Your Hardest Infosec Problem: Getting People to Give a $@%&
So, this post is totally inspired by a Tweet I saw from Zach Lanier (aka @quine). He came! He scanned! He found vulns! He dutifully sent them off to the various IT folks who manage systems and applications! And….(crickets chirping). Nothing. No one cared.
So, this post is meant to give you infosec folks some shiny new ways to get those beloved admins and dev teams to actually RESPOND TO YOUR EMAILS AND PHONE CALLS! Here we go:
- As if by magic, several cases of Mountain Dew appear in said admin’s cubicle. You could even add a little sticky note – “Call me. I’ve missed you!”

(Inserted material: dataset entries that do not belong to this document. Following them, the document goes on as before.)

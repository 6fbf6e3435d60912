package org.thermotile.jobs.config;

import static org.junit.jupiter.api.Assertions.assertEquals;
import static org.junit.jupiter.api.Assertions.assertThrows;
import static org.junit.jupiter.api.Assertions.assertTrue;

import java.nio.file.Path;
import java.time.Instant;
import java.util.List;
import org.junit.jupiter.api.Test;

/** The run file's {@code observations:} block: parsed like an observations file, checked with the rest. */
class ObservationsBlockTest {
    private static final Path BASE = Path.of("/data/riverside");

    private static final String HEAD = String.join("\n",
            "name: test-run",
            "inputs:",
            "  land_cover: lc.tif",
            "  classes: worldcover",
            "weather:",
            "  synthetic: {t_min_c: 20, t_max_c: 33, rel_humidity_pct: 45, wind_ms: 2, utc_offset: \"+02:00\"}",
            "period:",
            "  start: 2026-07-15",
            "  end: 2026-07-16",
            "outputs:",
            "  maps: [peak, mean]",
            "");

    private static RunFile parse(String block) {
        return RunFileReader.parse(HEAD + block, BASE, "run.yaml");
    }

    private static List<String> problems(String block) {
        return assertThrows(RunFileException.class, () -> parse(block)).problems();
    }

    @Test
    void entriesReadWithDefaultsAndPathsAgainstTheRunFile() {
        RunFile rf = parse("""
                observations:
                  - file: observed/lst-day.tif
                    time: 2026-07-15T10:30:00Z
                    scale: 0.00341802
                    offset: 149.0
                    nodata: 0
                    mask: {file: observed/qa-day.tif, keep: [1, 3]}
                  - {file: /abs/bt.tif, time: "2026-07-15T23:15:00+02:00", kind: brightness_temperature,
                     band: {k1: 774.8853, k2: 1321.0789}}
                """);
        assertEquals(2, rf.observations().size());
        RunFile.Observation a = rf.observations().get(0);
        assertEquals(BASE.resolve("observed/lst-day.tif").toString(), a.file());
        assertEquals(Instant.parse("2026-07-15T10:30:00Z"), a.time());
        assertEquals("surface_temperature", a.kind());
        assertEquals("K", a.units());
        assertEquals(0.00341802, a.scale());
        assertEquals(149.0, a.offset());
        assertEquals(0.0, a.nodata());
        assertEquals(BASE.resolve("observed/qa-day.tif").toString(), a.maskFile());
        assertEquals(List.of(1, 3), a.maskKeep());
        assertTrue(a.where().contains("line 14") && a.where().contains("observations[0].time"), a.where());
        RunFile.Observation b = rf.observations().get(1);
        assertEquals(Instant.parse("2026-07-15T21:15:00Z"), b.time());
        assertEquals("brightness_temperature", b.kind());
        assertEquals(1.0, b.scale());
        assertTrue(Double.isNaN(b.nodata()));
        assertEquals(1321.0789, b.k2());
        // The resolved form reads back to the same entries (their places in the file aside).
        RunFile again = RunFileReader.parse(rf.toYaml(), BASE, "again.yaml");
        for (int i = 0; i < 2; i++) {
            RunFile.Observation x = rf.observations().get(i);
            RunFile.Observation y = again.observations().get(i);
            assertEquals(new RunFile.Observation(x.file(), x.time(), x.kind(), x.units(), x.scale(), x.offset(),
                    x.nodata(), x.k1(), x.k2(), x.fromUm(), x.toUm(), x.maskFile(), x.maskKeep(), ""),
                    new RunFile.Observation(y.file(), y.time(), y.kind(), y.units(), y.scale(), y.offset(),
                            y.nodata(), y.k1(), y.k2(), y.fromUm(), y.toUm(), y.maskFile(), y.maskKeep(), ""));
        }
    }

    @Test
    void withoutTheBlockTheResolvedFormHasNoObservations() {
        RunFile rf = parse("");
        assertTrue(rf.observations().isEmpty());
        assertTrue(!rf.toYaml().contains("observations"), rf.toYaml());
    }

    /** Every problem of the block at once, each with its line and column and the fix. */
    @Test
    void badEntriesAreReportedTogetherWithPlaceAndFix() {
        List<String> p = problems("""
                observations:
                  - {file: a.tif}
                  - {file: b.tif, time: 2026-08-01T10:00:00Z}
                  - {file: c.tif, time: 2026-07-15T10:00:00Z, kind: surface_temprature, nodta: 0}
                  - {file: d.tif, time: 2026-07-15T10:00:00Z, mask: {file: qa.tif, keep: []}}
                  - {file: e.tif, time: 2026-07-15T10:00:00Z, kind: radiance}
                  - {file: f.tif, time: "yesterday"}
                  - {file: a.tif, time: 2026-07-15T11:00:00Z}
                """);
        String all = String.join("\n", p);
        assertEquals(8, p.size(), all);
        assertTrue(p.get(0).contains("line 13, column") && p.get(0).contains("observations[0]")
                && p.get(0).contains("'time' is missing") && p.get(0).contains("2026-07-16T10:30:00Z"), all);
        assertTrue(all.contains("observations[1].time: 2026-08-01T10:00:00Z is outside the run's counted hours "
                + "2026-07-14T22:00:00Z … 2026-07-16T21:00:00Z"), all);
        assertTrue(all.contains("observations[2].kind") && all.contains("did you mean 'surface_temperature'"), all);
        assertTrue(all.contains("observations[2].nodta") && all.contains("did you mean 'nodata'"), all);
        assertTrue(all.contains("observations[3].mask.keep") && all.contains("no pixel would be kept"), all);
        assertTrue(all.contains("observations[4]") && all.contains("needs the sensor band"), all);
        assertTrue(all.contains("observations[5].time: 'yesterday' is not an ISO-8601 time"), all);
        assertTrue(all.contains("observations[6].file") && all.contains("distinct file names"), all);
    }

    @Test
    void notTogetherWithAWeatherAxis() {
        String text = HEAD.replace("period:\n  start: 2026-07-15\n  end: 2026-07-16\n", "") + """
                sweep:
                  periods:
                    - {name: a, start: 2026-07-15, end: 2026-07-15}
                observations:
                  - {file: a.tif, time: 2026-07-15T10:00:00Z}
                """;
        List<String> p = assertThrows(RunFileException.class, () -> RunFileReader.parse(text, BASE, "run.yaml"))
                .problems();
        assertTrue(String.join("\n", p).contains("together with sweep.periods"), String.join("\n", p));
    }
}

- Hack your admin’s boss’ computer and change the screensaver to the BSOD! This will create some good humor in the department, and you can conveniently drop by in the throes of this madness and bring up your list of issues!
- Somehow tie the remediation of those vulns to a free T-shirt. God knows that highly-paid IT professionals will actually engage in physical violence to get a free T-shirt.
- Send a meeting invite with the subject “Donuts” or “Pizza”. Works every time.
- Pull the classic “ARP Cache Poison your Coworker” trick! Mwahahaha – no more “ThinkGeek” or “Slashdot” for you! Redirect their HTTP requests for geek Web sites to the Barry Manilow Fan Club site. This will get frustrating. Then, when their entire day is ruined, swing by to hear their tale of woe. Mention how you can “look into the problem” with the network folks. Once things are working again, cash in your “grateful points” to discuss the vuln list you sent.
- Make a contest out of fixing vulns, or maybe just replying with a reasonable response…? Sure way to get attention? The prize is any-*#$%-thing with XKCD content.
These are just ideas to get you started. Granted, most are silly, or even (gasp!) highly unethical, but hey! Gotta think outside the box here.